Lab No. 213, Department of Biological Sciences, Indian Institute of Science Education and Research, Bhopal, Madhya Pradesh, India.
Department of Genetic and Genome Sciences, University of Connecticut Health Centre, Farmington, CT, USA.
Lab Invest. 2020 Dec;100(12):1589-1601. doi: 10.1038/s41374-020-0466-8. Epub 2020 Jul 15.

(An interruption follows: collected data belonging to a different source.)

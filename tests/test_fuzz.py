"""Fuzzing: mutated event files through the loader, random valid events through the physics.

The loader may only succeed or raise :class:`InputError`; any other exception is a bug. Valid
estimates drawn at random must derive without an exception and without a non-finite summary.
"""

from __future__ import annotations

import copy
import math
from pathlib import Path

import yaml
from helpers import VALID_EVENT
from hypothesis import HealthCheck, given, settings
from hypothesis import strategies as st

from factsheet.api import derive
from factsheet.errors import InputError
from factsheet.load import load_event
from factsheet.model import Settings

BASE = yaml.safe_load(VALID_EVENT)
SETTINGS = Settings()
ODD_NUMBERS = st.one_of(
    st.floats(allow_nan=True, allow_infinity=True),
    st.integers(min_value=-(10**400), max_value=10**400),
    st.sampled_from([0, -0.0, 1e308, -1e-320, True, None]),
)
ODD_VALUES = st.one_of(
    ODD_NUMBERS,
    st.text(max_size=40),
    st.lists(st.integers(), max_size=3),
    st.dictionaries(st.text(max_size=5), st.integers(), max_size=3),
    st.builds(
        lambda x, unit: f"{x} {unit}",
        ODD_NUMBERS,
        st.sampled_from(["Msun", "Mpc", "kg", "", "dex(Msun)", "m**9"]),
    ),
)


def _load(path: Path) -> None:
    try:
        load_event(path, path.parent, SETTINGS, problems := [])
    except InputError:
        return
    assert all(p.file == path or Path(p.file).parent == path.parent for p in problems)


#: The mappings of an event whose keys are mutated: the top level and the nested sections.
SECTIONS = ((), ("detection",), ("estimate",), ("estimate", "heavier"), ("estimate", "lighter"))


def _section(data: dict, path: tuple[str, ...]) -> object:
    for name in path:
        data = data.get(name) if isinstance(data, dict) else None
    return data


@st.composite
def mutated(draw) -> bytes:
    """A valid event with keys deleted, duplicated, retyped or renamed, maybe truncated."""
    data = copy.deepcopy(BASE)
    for _ in range(draw(st.integers(1, 4))):
        target = _section(data, draw(st.sampled_from(SECTIONS)))
        if not isinstance(target, dict) or not target:
            continue
        key = draw(st.sampled_from(sorted(target, key=str)))
        action = draw(st.sampled_from(["delete", "retype", "rename"]))
        if action == "delete":
            del target[key]
        elif action == "retype":
            target[key] = draw(ODD_VALUES)
        else:
            target[draw(st.text(min_size=1, max_size=12))] = target.pop(key)
    text = yaml.safe_dump(data, allow_unicode=True, sort_keys=False).encode()
    if draw(st.booleans()):
        text += text.splitlines(keepends=True)[draw(st.integers(0, 3))]  # a duplicated key
    if draw(st.booleans()):
        text = text[: draw(st.integers(0, len(text)))]
    return text


@settings(
    max_examples=200, deadline=None, suppress_health_check=[HealthCheck.function_scoped_fixture]
)
@given(content=mutated())
def test_mutated_event_files_give_clean_errors(tmp_path, content):
    path = tmp_path / "event.yaml"
    path.write_bytes(content)
    _load(path)


@settings(
    max_examples=100, deadline=None, suppress_health_check=[HealthCheck.function_scoped_fixture]
)
@given(content=st.binary(max_size=300) | st.text(max_size=300).map(str.encode))
def test_random_bytes_give_clean_errors(tmp_path, content):
    path = tmp_path / "event.yaml"
    path.write_bytes(VALID_EVENT.encode()[:200] + content)
    _load(path)


def _interval(draw, low, high, unit):
    median = draw(st.floats(low, high))
    plus = draw(st.floats(0, 0.3 * median if median > 0 else 0.3))
    minus = draw(st.floats(0, 0.3 * abs(median)))
    return f"{median:.6g} +{plus:.6g} -{minus:.6g} {unit}".strip()


@st.composite
def valid_events(draw) -> dict:
    """Random estimates inside the documented calibration ranges of the fits."""
    m1 = draw(st.floats(1.2, 150.0))
    m2 = draw(st.floats(max(1.0, m1 / 18), m1))  # mass ratio up to 18 (Keitel et al. 2017)
    heavier = {"mass": f"{m1:.6g} +{0.1 * m1:.4g} -{0.1 * m1:.4g} Msun"}
    lighter = {"mass": f"{m2:.6g} Msun"}
    estimate = {
        "heavier": heavier,
        "lighter": lighter,
        "distance": _interval(draw, 10.0, 8000.0, "Mpc"),
    }
    if draw(st.booleans()):
        estimate["effective_spin"] = f"{draw(st.floats(-0.9, 0.9)):.3f}"
    else:
        heavier["spin"] = f"{draw(st.floats(-0.95, 0.95)):.3f} +0.05 -0.05"
        lighter["spin"] = f"{draw(st.floats(-0.95, 0.95)):.3f}"
    frame = draw(st.sampled_from(["source", "detector"]))
    return {"id": "FZ-1", "time": "2034-01-01T00:00:00", "frame": frame, "estimate": estimate}


@settings(max_examples=30, deadline=None)
@given(event=valid_events())
def test_random_valid_events_derive_finite_summaries(event):
    result = derive(event, Settings(samples=400))
    assert result.quantities
    for name, summary in result.quantities.items():
        for x in (summary.median, summary.low, summary.high):
            assert math.isfinite(x), (name, summary)
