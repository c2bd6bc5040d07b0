"""Shared fixtures."""

from __future__ import annotations

from pathlib import Path

import pytest
from helpers import write_catalogue

from factsheet.build import build
from factsheet.resources import demo_dir


@pytest.fixture
def catalogue(tmp_path: Path):
    """A factory: ``catalogue({"a.yaml": text, ...})`` gives a catalogue folder."""
    return lambda files: write_catalogue(tmp_path / "cat", files)


@pytest.fixture(scope="session")
def demo_site(tmp_path_factory) -> Path:
    """The demo catalogue built once for every test that only reads it (public audience)."""
    out = tmp_path_factory.mktemp("demo") / "site"
    build(demo_dir(), out)
    return out
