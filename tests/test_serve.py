"""``factsheet serve``: 127.0.0.1 only, rebuilds on change, survives bad edits, no traversal;
answers only its own host names, never a traceback for odd paths, a clear error for a busy port,
and a watcher that does not take a build for an edit."""

import http.client
import socket
import threading
import time
import urllib.error
import urllib.request

import pytest
from helpers import VALID_EVENT, write_catalogue

from factsheet import build as build_module
from factsheet import cli
from factsheet import serve as preview
from factsheet.errors import FactsheetError


@pytest.fixture
def running(tmp_path):
    cat = write_catalogue(tmp_path / "cat", {"a.yaml": VALID_EVENT})
    out, state, stop = tmp_path / "site", preview.State(), threading.Event()
    seen = preview.snapshot(cat)
    assert preview.rebuild(cat, out, "internal", state)
    server = preview.make_server(out, 0, state)
    threads = [
        threading.Thread(target=server.serve_forever, daemon=True),
        threading.Thread(
            target=preview.watch, args=(cat, out, "internal", state, stop, 0.1, seen), daemon=True
        ),
    ]
    for thread in threads:
        thread.start()
    yield cat, f"http://127.0.0.1:{server.server_address[1]}", state, out
    stop.set()
    server.shutdown()
    server.server_close()


def get(url: str) -> tuple[int, bytes]:
    try:
        with urllib.request.urlopen(url, timeout=5) as response:
            return response.status, response.read()
    except urllib.error.HTTPError as exc:
        return exc.code, b""


def wait_for(condition, seconds: float = 60.0) -> bool:
    end = time.monotonic() + seconds
    while time.monotonic() < end:
        if condition():
            return True
        time.sleep(0.1)
    return False


def test_binds_loopback_and_serves_the_index_with_reload_hook(running):
    _cat, base, _state, out = running
    assert base.startswith("http://127.0.0.1:")
    status, body = get(base + "/")
    assert status == 200 and b"TEST-1" in body and preview.RELOAD_PATH.encode() in body
    assert b"connect-src 'self'" in body
    assert b"__factsheet" not in (out / "index.html").read_bytes()  # files on disk untouched


def test_rebuilds_after_a_change_and_keeps_the_last_good_site(running, capsys):
    cat, base, state, _out = running
    (cat / "a.yaml").write_text(VALID_EVENT.replace("A test pair", "A renamed pair"))
    assert wait_for(lambda: state.version >= 2)
    assert b"A renamed pair" in get(base + "/events/TEST-1.html")[1]
    (cat / "a.yaml").write_text(VALID_EVENT.replace("36 +5 -4 Msun", "36 +5 -4 Mpc"))
    assert wait_for(lambda: "a.yaml:12: estimate.heavier.mass" in capsys.readouterr().err)
    status, body = get(base + "/events/TEST-1.html")
    assert status == 200 and b"A renamed pair" in body and state.version == 2


@pytest.mark.parametrize(
    "path",
    [
        "/../../etc/passwd",
        "/%2e%2e/%2e%2e/etc/passwd",
        "/events/../../cat/a.yaml",
        "/..%2f..%2fetc%2fpasswd",
    ],
)
def test_refuses_paths_outside_the_output_folder(running, path):
    _cat, base, _state, _out = running
    status, body = get(base + path)
    assert status == 404 and b"root:" not in body and b"estimate" not in body


# --- the Host check: only requests addressed to this preview (DNS rebinding) -------------------


@pytest.fixture(scope="module")
def served(tmp_path_factory):
    """One built site served for the tests that only read (no watcher)."""
    root = tmp_path_factory.mktemp("served")
    cat = write_catalogue(root / "cat", {"a.yaml": VALID_EVENT})
    out, state = root / "site", preview.State()
    assert preview.rebuild(cat, out, "internal", state)
    server = preview.make_server(out, 0, state)
    thread = threading.Thread(target=server.serve_forever, daemon=True)
    thread.start()
    yield f"http://127.0.0.1:{server.server_address[1]}"
    server.shutdown()
    server.server_close()


def exchange(base: str, request: bytes) -> tuple[int, bytes]:
    """Send raw bytes to the server; the status and the body of its answer."""
    port = int(base.rsplit(":", 1)[1])
    with socket.create_connection(("127.0.0.1", port), timeout=10) as conn:
        conn.sendall(request)
        data = b""
        while chunk := conn.recv(65536):
            data += chunk
    head, _, body = data.partition(b"\r\n\r\n")
    assert head.startswith(b"HTTP/"), data[:200]
    return int(head.split()[1]), body


def with_host(base: str, path: str, host: str | None, method: str = "GET") -> tuple[int, bytes]:
    port = int(base.rsplit(":", 1)[1])
    conn = http.client.HTTPConnection("127.0.0.1", port, timeout=10)
    try:
        conn.putrequest(method, path, skip_host=True, skip_accept_encoding=True)
        if host is not None:
            conn.putheader("Host", host.replace("PORT", str(port)))
        conn.endheaders()
        response = conn.getresponse()
        return response.status, response.read()
    finally:
        conn.close()


@pytest.mark.parametrize(
    "host", ["127.0.0.1:PORT", "localhost:PORT", "LocalHost:PORT", "[::1]:PORT", " localhost:PORT"]
)
def test_answers_its_own_names_with_its_port(served, host):
    base = served
    status, body = with_host(base, "/", host)
    assert status == 200 and b"TEST-1" in body


REFUSED_HOSTS = [
    "attacker.example:PORT",  # a rebinding name resolving to 127.0.0.1
    "attacker.example",
    "127.0.0.1",  # no port: port 80, not ours
    "localhost",
    "[::1]",
    "127.0.0.1:1",
    "localhost:PORT0",
    "127.0.0.2:PORT",
    "0.0.0.0:PORT",
    "localhost.:PORT",
    "127.0.0.1.attacker.example:PORT",
    "localhost:PORT@attacker.example",
    "localhost:PORT:PORT",
    "localhost:",
    "[::1]x:PORT",
    "[::ffff:127.0.0.1]:PORT",
    "2130706433:PORT",
    "",
]


@pytest.mark.parametrize("host", REFUSED_HOSTS)
@pytest.mark.parametrize("path", ["/", "/events/TEST-1.html", preview.VERSION_PATH])
def test_refuses_any_other_host_with_a_short_text(served, host, path):
    base = served
    status, body = with_host(base, path, host)
    assert status == 403, (host, status)
    assert body.startswith(b"Forbidden") and len(body) < 200 and b"TEST" not in body


def test_refuses_a_missing_or_repeated_host_and_an_absolute_target(served):
    base = served
    port = base.rsplit(":", 1)[1]
    assert with_host(base, "/", None)[0] == 400
    assert exchange(base, b"GET / HTTP/1.0\r\n\r\n")[0] == 400
    twice = f"GET / HTTP/1.1\r\nHost: 127.0.0.1:{port}\r\nHost: evil.example\r\n\r\n"
    assert exchange(base, twice.encode())[0] == 400
    absolute = f"GET http://evil.example/ HTTP/1.1\r\nHost: 127.0.0.1:{port}\r\n\r\n"
    status, body = exchange(base, absolute.encode())
    assert status == 400 and b"TEST" not in body


def test_host_rule():
    assert preview.host_allowed("127.0.0.1:8000", 8000)
    assert preview.host_allowed("[::1]:8000", 8000)
    assert preview.host_allowed("localhost", 80)
    assert not preview.host_allowed("localhost:٨٠٠٠", 8000)  # digits, but not ASCII ones
    assert not preview.host_allowed("localhost:8000", 8001)


# --- paths no file can have: 400 or 404, never a traceback ----------------------------------

BAD_PATHS = [
    ("/%00", 400),
    ("/a%00b.html", 400),
    ("/index.html%00", 400),
    ("/index.html%00.png", 400),
    ("/%2e%2e%00", 400),
    ("/events/%00/x", 400),
    ("/" + "a" * 256, 404),
    ("/events/" + "b" * 300 + ".html", 404),
    ("/" + "%41" * 256, 404),  # 256 bytes once decoded
    ("/" + "é" * 128, 404),  # 256 bytes in UTF-8
    ("/" + "/".join(["c" * 250] * 20), 404),  # each part fits, the whole is too long
    ("/%ed%a0%80", 404),  # an encoded lone surrogate
    ("/%ff%fe", 404),
]


@pytest.mark.parametrize("method", ["GET", "HEAD"])
@pytest.mark.parametrize(("path", "expected"), BAD_PATHS)
def test_paths_no_file_can_have_get_an_answer_not_a_traceback(
    served, capfd, method, path, expected
):
    base = served
    port = base.rsplit(":", 1)[1]
    target = path.encode("utf-8")
    request = (
        f"{method} ".encode() + target + f" HTTP/1.1\r\nHost: 127.0.0.1:{port}\r\n\r\n".encode()
    )
    status, body = exchange(base, request)
    assert status == expected
    assert (body == b"") if method == "HEAD" else (b"Traceback" not in body and len(body) < 200)
    assert get(base + "/")[0] == 200  # the server still answers
    err = capfd.readouterr().err
    assert "Traceback" not in err and "Exception" not in err


def test_raw_nul_in_the_request_line_is_a_bad_request(served, capfd):
    base = served
    port = base.rsplit(":", 1)[1]
    status, _ = exchange(base, f"GET /\x00 HTTP/1.1\r\nHost: 127.0.0.1:{port}\r\n\r\n".encode())
    assert status == 400 and "Traceback" not in capfd.readouterr().err


# --- start-up: a busy port, the audience said beside the address --------------------------


@pytest.fixture
def busy_port():
    holder = socket.socket(socket.AF_INET, socket.SOCK_STREAM)
    holder.bind(("127.0.0.1", 0))
    holder.listen(1)
    yield holder.getsockname()[1]
    holder.close()


def test_a_busy_port_is_one_clear_error_before_any_build(tmp_path, busy_port):
    cat = write_catalogue(tmp_path / "cat", {"a.yaml": VALID_EVENT})
    with pytest.raises(FactsheetError) as caught:
        preview.serve(cat, tmp_path / "site", busy_port)
    message = str(caught.value)
    assert f"port {busy_port}" in message and "-p 0" in message and "\n" not in message
    assert not (tmp_path / "site").exists()  # refused before building


def test_cli_serve_on_a_busy_port_exits_1_with_one_line(tmp_path, busy_port, capsys):
    cat = write_catalogue(tmp_path / "cat", {"a.yaml": VALID_EVENT})
    code = cli.main(["serve", str(cat), "-o", str(tmp_path / "site"), "-p", str(busy_port)])
    err = capsys.readouterr().err
    assert code == 1
    assert err.count("\n") == 1 and err.startswith(f"error: port {busy_port}")
    assert "-p 0" in err and "Traceback" not in err


@pytest.mark.parametrize("port", [-1, 65536, 10**6])
def test_a_port_that_does_not_exist_is_a_clear_error(tmp_path, port):
    with pytest.raises(FactsheetError, match=f"port {port} .*-p 0"):
        preview.make_server(tmp_path, port, preview.State())


@pytest.mark.parametrize("audience", ["internal", "public"])
def test_start_up_says_which_audience_the_preview_shows(tmp_path, capsys, monkeypatch, audience):
    monkeypatch.setattr(preview.PreviewServer, "serve_forever", lambda self, *a, **k: None)
    cat = write_catalogue(tmp_path / "cat", {"a.yaml": VALID_EVENT})
    preview.serve(cat, tmp_path / "site", 0, audience)
    lines = capsys.readouterr().err.splitlines()
    at = next(i for i, line in enumerate(lines) if "http://127.0.0.1:" in line)
    near = " ".join(lines[at : at + 2])
    if audience == "internal":
        assert "internal audience" in near and "internal notes and embargoed events" in near
        assert "--audience public" in near
    else:
        assert "public site" in near and "internal audience" not in near


# --- the watcher: what a build writes is never an edit ---------------------------------------

BUILD_LEFTOVERS = [
    "site/index.html",
    "site/events/TEST-1.html",
    ".factsheet-cache-site/ab/entry.json",
    ".factsheet-new-site-x1/index.html",
    ".factsheet-old-site-42/index.html",
    ".factsheet-lock-site",
    ".git/index",
    "notes/.draft.yaml",
    ".hidden.yaml",
]


def test_snapshot_skips_the_output_its_neighbours_and_hidden_files(tmp_path):
    cat = write_catalogue(tmp_path / "cat", {"a.yaml": VALID_EVENT, "more/b.yaml": "x: 1\n"})
    before = preview.snapshot(cat, preview.build_paths(cat / "site"))
    for name in BUILD_LEFTOVERS:
        (cat / name).parent.mkdir(parents=True, exist_ok=True)
        (cat / name).write_text("built")
    (cat / "dangling.yaml").symlink_to(cat / "nowhere.yaml")
    after = preview.snapshot(cat, preview.build_paths(cat / "site"))
    assert after == before and sorted(after) == [str(cat / "a.yaml"), str(cat / "more/b.yaml")]
    (cat / "more/b.yaml").write_text("x: 22\n")
    assert preview.snapshot(cat, preview.build_paths(cat / "site")) != before


def test_builds_into_the_catalogue_never_trigger_the_next_one(tmp_path, monkeypatch):
    # a stand-in build that writes what a build writes, so the watcher alone is tested
    cat = write_catalogue(tmp_path / "cat", {"a.yaml": VALID_EVENT})
    out, state, stop, calls = cat / "site", preview.State(), threading.Event(), []

    def fake_rebuild(catalogue, out, audience, state) -> bool:
        calls.append(time.monotonic())
        for name in BUILD_LEFTOVERS:
            path = catalogue / name
            path.parent.mkdir(parents=True, exist_ok=True)
            path.write_text(f"build {len(calls)}")
        return True

    monkeypatch.setattr(preview, "rebuild", fake_rebuild)
    fake_rebuild(cat, out, "internal", state)  # the first build, as serve makes it
    watcher = threading.Thread(
        target=preview.watch, args=(cat, out, "internal", state, stop, 0.05), daemon=True
    )
    watcher.start()
    try:
        time.sleep(2.0)
        assert len(calls) == 1, "a build was taken for an edit"
        (cat / "a.yaml").write_text(VALID_EVENT.replace("A test pair", "A renamed pair"))
        assert wait_for(lambda: len(calls) == 2, 10)
        time.sleep(2.0)
        assert len(calls) == 2 and watcher.is_alive()
    finally:
        stop.set()
        watcher.join(5)


@pytest.mark.slow
def test_real_builds_with_the_output_inside_the_catalogue_settle(tmp_path, monkeypatch):
    # the build itself may refuse this layout; the watcher must hold on its own
    monkeypatch.setattr(build_module, "check_output", lambda *a, **k: None, raising=False)
    cat = write_catalogue(tmp_path / "cat", {"a.yaml": VALID_EVENT})
    out, state, stop = cat / "site", preview.State(), threading.Event()
    assert preview.rebuild(cat, out, "internal", state) and state.version == 1
    watcher = threading.Thread(
        target=preview.watch, args=(cat, out, "internal", state, stop, 0.1), daemon=True
    )
    watcher.start()
    try:
        time.sleep(4.0)
        assert state.version == 1, f"{state.version - 1} rebuilds without an edit"
        (cat / "a.yaml").write_text(VALID_EVENT.replace("A test pair", "A renamed pair"))
        assert wait_for(lambda: state.version == 2)
        time.sleep(4.0)
        assert state.version == 2
        assert b"A renamed pair" in (out / "events/TEST-1.html").read_bytes()
    finally:
        stop.set()
        watcher.join(60)
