"""What a reader of the demo's sheets sees, checked in headless chromium from file://.

Every page of the demo at phone width has no sideways scroll; every sheet opens with the truth
about its status, shows at most three caveat boxes before its numbers, prints mass-band rows
that add up to 100 %, shows no code names, and prints on at most two A4 pages. The browser is
Debian's chromium package driven through Playwright (see tests/test_browser.py).
"""

from __future__ import annotations

import re
import shutil
from pathlib import Path

import pytest

pytestmark = pytest.mark.browser

CHROMIUM = Path("/usr/bin/chromium")
ARGS = [
    "--headless", "--no-sandbox", "--disable-gpu", "--disable-quic", "--no-first-run",
    "--disable-background-networking", "--disable-component-update", "--disable-sync",
]  # fmt: skip
#: An identifier of code (``mass_ratio``, ``effective_spin``): lower-case words joined by "_".
CODE_NAME = re.compile(r"(?<![\w.])[a-z][a-z0-9]*_[a-z0-9_]+(?![\w.])")
BOXES_BEFORE_NUMBERS = """() => {
  const numbers = document.querySelector('#numbers');
  return Array.from(document.querySelectorAll('.caveat, .opening')).filter(
    box => box.compareDocumentPosition(numbers) & Node.DOCUMENT_POSITION_FOLLOWING).length;
}"""


@pytest.fixture(scope="module")
def site(demo_site) -> Path:
    return demo_site  # the demo, built once for the session (conftest.py)


@pytest.fixture(scope="module")
def browser():
    if not CHROMIUM.exists() and not shutil.which("chromium"):
        pytest.fail("chromium is missing: install the system package (apt-get install chromium)")
    from playwright.sync_api import sync_playwright

    with sync_playwright() as p:
        chromium = p.chromium.launch(executable_path=str(CHROMIUM), args=ARGS)
        yield chromium
        chromium.close()


@pytest.fixture(scope="module")
def phone(browser):
    context = browser.new_context(viewport={"width": 390, "height": 800})
    page = context.new_page()
    yield page
    context.close()


def pages(site: Path) -> list[Path]:
    sheets = sorted((site / "events").glob("*.html"))
    return [site / "index.html", site / "methods.html", site / "changes.html", *sheets]


def test_no_page_scrolls_sideways_at_phone_width(site, phone):
    wide = {}
    for path in pages(site):
        phone.goto(path.as_uri())
        width = phone.evaluate("document.documentElement.scrollWidth")
        if width > 390:
            wide[path.name] = width
    assert wide == {}


def test_each_sheet_reads_as_a_reader_needs(site, phone):
    for path in sorted((site / "events").glob("*.html")):
        phone.goto(path.as_uri())
        name = path.name
        assert phone.evaluate(BOXES_BEFORE_NUMBERS) <= 3, name
        text = phone.evaluate("document.querySelector('main').innerText")
        assert CODE_NAME.findall(text) == [], name
        for row in phone.eval_on_selector_all(
            "table.bands tbody tr",
            "rows => rows.map(r => Array.from(r.cells).map(c => c.innerText))",
        ):
            percents = [int(cell.split()[0]) for cell in row[1:] if not cell.startswith("<")]
            assert sum(percents) == 100, (name, row)


def test_a_retracted_sheet_opens_with_the_retraction(site, phone):
    phone.goto((site / "events" / "MER34-007.html").as_uri())
    first = phone.evaluate("document.querySelector('article header').nextElementSibling.innerText")
    assert first.startswith("Retracted")
    lead = phone.evaluate("document.querySelector('.lead').innerText")
    assert lead.startswith("Had the signal been real")
    assert phone.locator("audio").count() == 0
    assert phone.locator("#windows-heading").count() == 0
    assert "Compared with familiar sources" not in phone.evaluate("document.body.innerText")
    phone.goto((site / "index.html").as_uri())  # marked in words, never struck through
    struck = phone.evaluate("""() => Array.from(document.querySelectorAll('tr.status-retracted *'))
        .filter(e => getComputedStyle(e).textDecorationLine.includes('line-through')).length""")
    assert struck == 0


def test_a_candidate_speaks_conditionally(site, phone):
    phone.goto((site / "events" / "MER34-011.html").as_uri())
    lead = phone.evaluate("document.querySelector('.lead').innerText")
    assert lead.startswith("If it is real,")
    box = phone.evaluate("document.querySelector('.caveat-warning').innerText")
    assert "Noise alone would make a signal like this about twice a year" in box
    detection = phone.evaluate("document.querySelector('.detection').innerText")
    assert "Noise alone" not in detection  # said once, in the box


def test_every_sheet_prints_on_two_a4_pages_or_fewer(site, browser):
    context = browser.new_context()
    page = context.new_page()
    too_long = {}
    for path in sorted((site / "events").glob("*.html")):
        page.goto(path.as_uri())
        count = len(re.findall(rb"/Type\s*/Page[^s]", page.pdf(format="A4")))
        if count > 2:
            too_long[path.name] = count
    context.close()
    assert too_long == {}


@pytest.mark.parametrize("width", [390, 1280])
def test_sky_figures_load_and_fit_at_phone_and_desktop_width(site, browser, width):
    context = browser.new_context(viewport={"width": width, "height": 900})
    page = context.new_page()
    shown = {}
    for name in ("MER34-005", "MER34-011", "MER34-012"):  # the demo's three sky maps
        page.goto((site / "events" / f"{name}.html").as_uri())
        figure = page.locator(f"#sky img[src$='{name}-sky.svg']")
        figure.scroll_into_view_if_needed()
        figure.evaluate("img => img.decode()")
        natural, drawn = figure.evaluate("img => [img.naturalWidth, img.clientWidth]")
        alt = figure.get_attribute("alt")
        shown[name] = natural > 0 and 0 < drawn <= width and "90 %" in alt
    page.goto((site / "index.html").as_uri())
    thumbs = page.eval_on_selector_all(
        "img[src$='-sky-small.svg']",
        # lazy images load when near the view: ask for them now, as a scroll would
        "els => Promise.all(els.map(e => { e.loading = 'eager'; "
        "return e.decode().then(() => e.naturalWidth); }))",
    )
    context.close()
    assert shown == {"MER34-005": True, "MER34-011": True, "MER34-012": True}
    assert len(thumbs) == 3 and all(w > 0 for w in thumbs)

The deregulation of splicing factors and alternative splicing are increasingly viewed as major contributory factors in tumorigenesis. In this study, we report overexpression of a key splicing factor, heterogeneous nuclear ribonucleoprotein A2B1 (HNRNPA2B1), and thereby misregulation of alternative splicing, which is associated with the poor prognosis of head and neck cancer (HNC). The role of HNRNPA2B1 in HNC tumorigenesis via deregulation of alternative splicing is not well understood. Here, we found that the CRISPR/Cas9-mediated knockout of HNRNPA2B1 results in inhibition of HNC cells growth via the misregulation of alternative splicing of MST1R, WWOX, and CFLAR. We investigated the mechanism of HNRNPA2B1-mediated HNC cells growth and found that HNRNPA2B1 plays an important role in the alternative splicing of a proto-oncogene, macrophage stimulating 1 receptor (MST1R), which encodes for the recepteur d'origine nantais (RON), a receptor tyrosine kinase. Our results indicate that HNRNPA2B1 mediates the exclusion of cassette exon 11 from MST1R, resulting in the generation of RON∆165 isoform, which was found to be associated with the activation of Akt/PKB signaling in HNC cells. Using the MST1R-minigene model, we validated the role of HNRNPA2B1 in the generation of RON∆165 isoform. The depletion of HNRNPA2B1 results in the inclusion of exon 11, thereby reduction of RON∆165 isoform. The decrease of RON∆165 isoform causes inhibition of Akt/PKB signaling, which results in the upregulation of E-cadherin and downregulation of vimentin leading to the reduced epithelial-to-mesenchymal transition. The overexpression of HNRNPA2B1 in HNRNPA2B1 knockout cells rescues the expression of the RON∆165 isoform and leads to activation of Akt/PKB signaling and induces epithelial-to-mesenchymal transition in HNC cells. In summary, our study identifies HNRNPA2B1 as a putative oncogene in HNC that promotes Akt/PKB signaling via upregulation of RON∆165 isoform and promotes epithelial to mesenchymal transition in head and neck cancer cells.
剪接因子的失调和选择性剪接越来越被认为是肿瘤发生的主要因素。在这项研究中,我们报告了关键剪接因子异质核核糖核蛋白 A2B1(HNRNPA2B1)的过表达,以及由此导致的选择性剪接失调,这与头颈部癌症(HNC)的预后不良有关。HNRNPA2B1 通过调节选择性剪接在 HNC 肿瘤发生中的作用尚不清楚。在这里,我们发现 CRISPR/Cas9 介导的 HNRNPA2B1 敲除通过调节 MST1R、WWOX 和 CFLAR 的选择性剪接,导致 HNC 细胞生长受到抑制。我们研究了 HNRNPA2B1 介导的 HNC 细胞生长的机制,发现 HNRNPA2B1 在原癌基因巨噬细胞刺激 1 受体(MST1R)的选择性剪接中发挥重要作用,该基因编码 recepteur d'origine nantais(RON),一种受体酪氨酸激酶。我们的结果表明,HNRNPA2B1 介导 MST1R 外显子 11 的排除,导致 RON∆165 异构体的产生,RON∆165 异构体与 HNC 细胞中 Akt/PKB 信号的激活有关。使用 MST1R 迷你基因模型,我们验证了 HNRNPA2B1 在 RON∆165 异构体产生中的作用。HNRNPA2B1 的耗竭导致外显子 11 的包含,从而减少 RON∆165 异构体。RON∆165 异构体的减少导致 Akt/PKB 信号的抑制,导致 E-钙粘蛋白的上调和波形蛋白的下调,从而减少上皮-间充质转化。HNRNPA2B1 在 HNRNPA2B1 敲除细胞中的过表达挽救了 RON∆165 异构体的表达,并导致 Akt/PKB 信号的激活,并诱导 HNC 细胞的上皮-间充质转化。总之,我们的研究确定 HNRNPA2B1 是 HNC 中的一个推定癌基因,通过上调 RON∆165 异构体促进 Akt/PKB 信号,并促进头颈部癌细胞的上皮-间充质转化。